In the example or ‘experiment’ of the pedestrian, the car, the airplane and the rocket approaching a traffic light, was he measuring the speed of the light with c+ half c; c+600mph; etc. or was he measuring the speed with which the masses approach the light? It seems to me that the light remains constant in its speed of propagation while the different objects approach the light at variable speeds. Incidentally, while walking home from his lecture, I saw a big snail sluggishly crawling towards a street light while it took me a few strides to cover the same distance without affecting the speed of the light itself.
His second ‘experiment’ with Io and the earth again seems to measure the speed of Io relative to the earth and not the speed of light as such. For instance, was he saying that the sun shines in the tropics at a faster speed, no wonder the sun is so harsh there compared to North America and Europe. I think that it is more likely that the sunlight travels at the same speed but because the tropics are closer to the equator, it hits them hotter than those farther from the equator.
A different question is the applicability of the theory of variable light speeds. Does it imply that you could now develop lights that are faster than others instead of the more conventional one of lights that are brighter? What would a faster light do? Perhaps it would turn on the florescent tube faster, turn on the computer faster, propel airplanes faster? Just because his measurement instrument faces validity threats does not mean that his insight could not be applied instrumentally in science fiction, for instance.

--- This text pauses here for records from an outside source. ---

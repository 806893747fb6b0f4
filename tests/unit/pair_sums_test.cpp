// kernels/body_pair_sums.hpp: the near-field and verification sums of every CPU target against the plain formula in long
// double.
#include <gtest/gtest.h>

#include <algorithm>
#include <cmath>
#include <utility>
#include <vector>

#include "tests/reference/charges.hpp"
#include "tests/reference/random.hpp"
#include "tests/unit/cpu_targets.hpp"

namespace farsum {
namespace {

using kernels::RootAccuracy;
using reference::Charges;

constexpr double kEpsilon = 0x1p-53;
constexpr double kFastRoot = 2.5 * 0x1p-42;  // one cubic step from a start of 2^-14 (vector_pack.hpp): 5.7e-13
constexpr double kUntouched = 1e300;

/// Sources and targets of one call, and what it gave. Arrays start `shift` doubles after an aligned place.
struct Case {
  Case() = default;
  Case(Charges from, Charges at) : sources(std::move(from)), targets(std::move(at)) {}

  Charges sources, targets;
  std::ptrdiff_t self = -1;
  std::size_t shift = 0;
  RootAccuracy accuracy = RootAccuracy::full;
  bool mask_zero = false, with_field = true;

  std::vector<double> potential, field[3], nearest, potential_scale, field_scale;

  void run(const kernels::KernelTable& table) { table.pair_sums(arguments(), accuracy, mask_zero, with_field); }
  void run_exact(const kernels::KernelTable& table) {
    const kernels::PairSums sums = arguments();
    table.exact_sums({sums, potential_scale.data(), field_scale.data()});
  }

 private:
  kernels::PairSums arguments() {
    const std::size_t n = targets.size(), padded = round_up(sources.size(), kSourcePad);
    potential.assign(n, 0.0);
    nearest.assign(n, kUntouched);
    potential_scale.assign(n, 0.0);
    field_scale.assign(n, 0.0);
    for (std::vector<double>& component : field) component.assign(n, 0.0);
    const double pad = 1e3 + (sources.size() ? sources.x[0] : 0);
    const auto shifted = [&](const std::vector<double>& from, double filler, std::size_t size) {
      std::vector<double>& to = storage_.emplace_back(shift, filler);
      to.insert(to.end(), from.begin(), from.end());
      to.resize(shift + size, filler);
      return to.data() + shift;
    };
    storage_.clear();
    storage_.reserve(7);
    return {shifted(sources.x, pad, padded),
            shifted(sources.y, pad, padded),
            shifted(sources.z, pad, padded),
            shifted(sources.q, 0, padded),
            padded,
            shifted(targets.x, 0, n),
            shifted(targets.y, 0, n),
            shifted(targets.z, 0, n),
            n,
            self,
            potential.data(),
            field[0].data(),
            field[1].data(),
            field[2].data(),
            nearest.data()};
  }
  std::vector<std::vector<double>> storage_;
};

struct Plain {
  long double potential = 0, field[3] = {0, 0, 0}, potential_size = 0, field_size = 0, potential_squares = 0, field_squares = 0;
  double nearest = kUntouched;
};

/// The plain formula; pairs at zero distance are left out.
Plain plain_sums(const Case& c, std::size_t i) {
  Plain sum;
  for (std::size_t j = 0; j < c.sources.size(); ++j) {
    if (c.self >= 0 && j == std::size_t(c.self) + i) continue;
    const long double d[3] = {(long double)(c.targets.x[i]) - c.sources.x[j], (long double)(c.targets.y[i]) - c.sources.y[j],
                              (long double)(c.targets.z[i]) - c.sources.z[j]};
    const long double r2 = d[0] * d[0] + d[1] * d[1] + d[2] * d[2], q = c.sources.q[j];
    sum.nearest = std::min(sum.nearest, double(r2));
    if (r2 == 0) continue;
    const long double r = std::sqrt(r2);
    sum.potential += q / r;
    for (int axis = 0; axis < 3; ++axis) sum.field[axis] += q * d[axis] / (r2 * r);
    sum.potential_size += std::abs(q) / r;
    sum.field_size += std::abs(q) / r2;
    sum.potential_squares += q * q / r2;
    sum.field_squares += q * q / (r2 * r2);
  }
  return sum;
}

/// Largest error over its bound (n + 8) eps sum of absolute terms; with fast roots each term may be off by theirs, thrice for
/// the field.
double worst_error(const Case& c) {
  const double rounding = (double(c.sources.size()) + 8) * kEpsilon, root = c.accuracy == RootAccuracy::fast ? kFastRoot : 0.0;
  double worst = 0;
  for (std::size_t i = 0; i < c.targets.size(); ++i) {
    const Plain exact = plain_sums(c, i);
    const double tiny = 1e-300;
    worst = std::max(
        worst, std::abs(double(c.potential[i] - exact.potential)) / (double(exact.potential_size) * (rounding + root) + tiny));
    for (std::size_t axis = 0; axis < 3 && c.with_field; ++axis)
      worst = std::max(worst, std::abs(double(c.field[axis][i] - exact.field[axis])) /
                                  (double(exact.field_size) * (2 * rounding + 3 * root) + tiny));
  }
  return worst;
}

Charges cloud(std::size_t n, std::uint64_t seed, double offset = 0) {
  reference::Random random(seed);
  Charges charges;
  for (std::size_t i = 0; i < n; ++i)
    charges.add({offset + random.uniform(), offset + random.uniform(), offset + random.uniform()}, random.uniform(-1, 1));
  return charges;
}

/// Targets are the sources from `self` on.
Case own_sums(std::size_t sources, std::ptrdiff_t self, std::size_t targets, std::uint64_t seed) {
  Case c;
  c.sources = cloud(sources, seed);
  c.self = self;
  for (std::size_t i = 0; i < targets; ++i) c.targets.add(c.sources.place(std::size_t(self) + i));
  return c;
}

class PairSums : public unit::OnTarget {};
INSTANTIATE_TEST_SUITE_P(, PairSums, testing::ValuesIn(unit::available_targets()), unit::target_word);

TEST_P(PairSums, FollowThePlainFormulaForAllCounts) {
  for (std::size_t sources : unit::counts_around_widths())
    for (std::size_t targets : unit::counts_around_widths())
      for (RootAccuracy accuracy : {RootAccuracy::fast, RootAccuracy::full}) {
        Case c{cloud(sources, 11 + sources), cloud(targets, 97 + targets)};
        c.accuracy = accuracy;
        c.run(table());
        ASSERT_LE(worst_error(c), 1) << sources << " sources, " << targets << " targets";
      }
}

TEST_P(PairSums, StartAtAnyAddress) {
  for (std::size_t shift = 1; shift < 8; ++shift) {
    Case c{cloud(21, 5), cloud(7, 6)};
    c.shift = shift;
    c.run(table());
    EXPECT_LE(worst_error(c), 1) << shift;
  }
}

TEST_P(PairSums, LeaveTheTargetItselfOut) {
  for (std::ptrdiff_t self : {0, 2, 6, 8, 14})
    for (std::size_t targets : {1u, 2u, 3u, 9u, 17u}) {
      Case c = own_sums(33, self, targets, 40 + targets);
      c.run(table());
      ASSERT_LE(worst_error(c), 1) << self << ", " << targets;
      for (double nearest : c.nearest) ASSERT_GT(nearest, 0);
    }
}

TEST_P(PairSums, LeaveTheTargetItselfOutUnderTheMaskOfZeros) {
  Case c = own_sums(19, 0, 19, 3);
  c.mask_zero = true;
  c.run(table());
  EXPECT_LE(worst_error(c), 1);
}

TEST_P(PairSums, ReportTheNearestSource) {
  Case c{cloud(37, 8), cloud(9, 9)};
  c.run(table());
  for (std::size_t i = 0; i < c.targets.size(); ++i) EXPECT_NEAR(c.nearest[i] / plain_sums(c, i).nearest, 1, 4e-16);
}

TEST_P(PairSums, CoincidentPointsGiveNearestZero) {
  for (bool mask : {false, true}) {
    Case c{cloud(20, 8), cloud(5, 9)};
    c.mask_zero = mask;
    c.targets.x[3] = c.sources.x[13];
    c.targets.y[3] = c.sources.y[13];
    c.targets.z[3] = c.sources.z[13];
    c.run(table());
    for (std::size_t i = 0; i < 5; ++i) EXPECT_EQ(c.nearest[i] == 0, i == 3) << mask;
  }
}

TEST_P(PairSums, MaskOfZerosLeavesCoincidentPairsOut) {
  for (RootAccuracy accuracy : {RootAccuracy::fast, RootAccuracy::full}) {
    Case c{cloud(20, 8), cloud(5, 9)};
    c.mask_zero = true;
    c.accuracy = accuracy;
    for (std::size_t i = 0; i < 4; ++i) {
      c.targets.x[i] = c.sources.x[5 * i];
      c.targets.y[i] = c.sources.y[5 * i];
      c.targets.z[i] = c.sources.z[5 * i];
    }
    c.run(table());
    EXPECT_LE(worst_error(c), 1);
  }
}

TEST_P(PairSums, HugeOffsetsCostNoAccuracy) {
  for (double offset : {1e6, -1e12}) {
    Case c{cloud(25, 4, offset), cloud(9, 5, offset)};
    c.mask_zero = true;  // on so coarse a grid places may coincide
    c.run(table());
    EXPECT_LE(worst_error(c), 1) << offset;
  }
}

TEST_P(PairSums, ResolveSeparationsDownToTheContract) {
  for (double separation : {0x1p-30, 0x1p-59, 0x1p-60}) {
    Case c;
    c.sources.add({0, 0, 0}, 1.5);
    c.sources.add({1, 1, 1}, -1);
    c.targets.add({separation, 0, 0});
    c.run(table());
    EXPECT_LE(worst_error(c), 1) << separation;
    EXPECT_EQ(c.nearest[0], separation * separation);
  }
}

TEST_P(PairSums, PotentialAloneLeavesTheFieldUntouched) {
  Case c{cloud(18, 1), cloud(5, 2)};
  c.with_field = false;
  c.run(table());
  EXPECT_LE(worst_error(c), 1);
  for (const std::vector<double>& component : c.field)
    for (double value : component) EXPECT_EQ(value, 0);
}

TEST_P(PairSums, AddToWhatIsThere) {
  Case c{cloud(18, 1), cloud(5, 2)};
  c.run(table());
  std::vector<double> sum(5, 10.0), nearest(5, 0.0), pad_q = c.sources.q;
  pad_q.resize(24, 0);
  std::vector<double> x = c.sources.x, y = c.sources.y, z = c.sources.z;
  for (std::vector<double>* a : {&x, &y, &z}) a->resize(24, 1e3);
  table().pair_sums({x.data(), y.data(), z.data(), pad_q.data(), 24, c.targets.x.data(), c.targets.y.data(), c.targets.z.data(),
                     5, -1, sum.data(), nullptr, nullptr, nullptr, nearest.data()},
                    RootAccuracy::full, false, false);
  for (std::size_t i = 0; i < 5; ++i) {
    EXPECT_NEAR(sum[i] - 10, c.potential[i], 1e-13);
    EXPECT_EQ(nearest[i], 0);
  }
}

/// Largest relative error of 1/r for squares of r over two octaves at several scales.
double worst_root(const kernels::KernelTable& table, RootAccuracy accuracy) {
  constexpr std::size_t kSteps = 40000;
  double worst = 0;
  for (double scale : {1.0, 0x1p-55, 0x1p+10}) {
    Case c;
    c.sources.add({0, 0, 0}, 1);
    for (std::size_t i = 0; i < kSteps; ++i) c.targets.add({scale * (1 + double(i) / kSteps), 0, 0});
    c.accuracy = accuracy;
    c.run(table);
    for (std::size_t i = 0; i < kSteps; ++i)
      worst = std::max(worst, double(std::abs((long double)(c.potential[i]) * c.targets.x[i] - 1)));
  }
  return worst;
}

TEST_P(PairSums, FastRootsAreGoodToOneCubicStep) {
  EXPECT_LE(worst_root(table(), RootAccuracy::fast), kFastRoot);
}

TEST_P(PairSums, FullRootsAreGoodToRounding) {
  EXPECT_LE(worst_root(table(), RootAccuracy::full), 4 * kEpsilon);
}

TEST_P(PairSums, AWrongSignIsNoticed) {
  Case c{cloud(18, 1), cloud(5, 2)};
  c.run(table());
  c.field[1][4] = -c.field[1][4];
  EXPECT_GT(worst_error(c), 1e6);
}

class ExactSums : public unit::OnTarget {};
INSTANTIATE_TEST_SUITE_P(, ExactSums, testing::ValuesIn(unit::available_targets()), unit::target_word);

/// Largest error over 1e-15 of the sum of absolute terms.
double worst_exact_error(const Case& c) {
  double worst = 0;
  for (std::size_t i = 0; i < c.targets.size(); ++i) {
    const Plain exact = plain_sums(c, i);
    const double tiny = 1e-300;
    worst = std::max(worst, std::abs(double(c.potential[i] - exact.potential)) / (1e-15 * double(exact.potential_size) + tiny));
    for (std::size_t axis = 0; axis < 3; ++axis)
      worst =
          std::max(worst, std::abs(double(c.field[axis][i] - exact.field[axis])) / (1e-15 * double(exact.field_size) + tiny));
  }
  return worst;
}

TEST_P(ExactSums, AreGoodTo1e15OfTheTerms) {
  for (std::size_t sources : unit::counts_around_widths()) {
    Case c{cloud(sources, 31 + sources), cloud(5, 32)};
    c.run_exact(table());
    EXPECT_LE(worst_exact_error(c), 1) << sources;
  }
}

TEST_P(ExactSums, ErrorGrowsWithTheRootOfTheNumberOnly) {
  Case c{cloud(20000, 77), cloud(6, 78)};
  c.run_exact(table());
  for (std::size_t i = 0; i < 6; ++i) {
    const Plain exact = plain_sums(c, i);
    EXPECT_LE(std::abs(c.potential[i] - exact.potential), 8 * kEpsilon * std::sqrt(exact.potential_squares));
    for (std::size_t axis = 0; axis < 3; ++axis)
      EXPECT_LE(std::abs(c.field[axis][i] - exact.field[axis]), 8 * kEpsilon * std::sqrt(exact.field_squares));
  }
}

TEST_P(ExactSums, LeaveTheTargetItselfAndCoincidentPairsOut) {
  Case c = own_sums(23, 4, 9, 12);
  c.sources.add(c.targets.place(2), 5);
  c.run_exact(table());
  EXPECT_LE(worst_exact_error(c), 1);
  EXPECT_GT(c.nearest[2], 0);  // zero distances are left out here as well
  EXPECT_EQ(plain_sums(c, 2).nearest, 0);
}

TEST_P(ExactSums, ScalesAreSumsOfAbsoluteTerms) {
  Case c{cloud(29, 3), cloud(4, 2)};
  c.run_exact(table());
  for (std::size_t i = 0; i < 4; ++i) {
    const Plain exact = plain_sums(c, i);
    EXPECT_NEAR(c.potential_scale[i], double(exact.potential_size), 1e-13 * c.potential_scale[i]);
    EXPECT_NEAR(c.field_scale[i], double(exact.field_size), 1e-13 * c.field_scale[i]);
  }
}

}  // namespace
}  // namespace farsum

In conclusion, although I used two researchers of African descent to illustrate the problem of validity threats in modern science, it should not be assumed that the problem is only faced by scientists of African descent. A survey of Science Magazine articles will support my hunch that validity (measuring exactly what you said you are measuring) is confused with reliability (whether independent observations would replicate the results). For instance, an editorial in the Science Magazine argued that some new discoveries in science could not be ‘validated’ initially but the author was probably referring to reliability in the sense of replicability by future researchers . Similarly, when a company sued a researcher and his college employers over the validity of test results, they were actually complaining that the results could not be independently replicated which is a question of reliability rather than validity . The general public could be better educated about the concept of validity if the STEM disciplines would require their students to take and pass research methodology courses in the social sciences.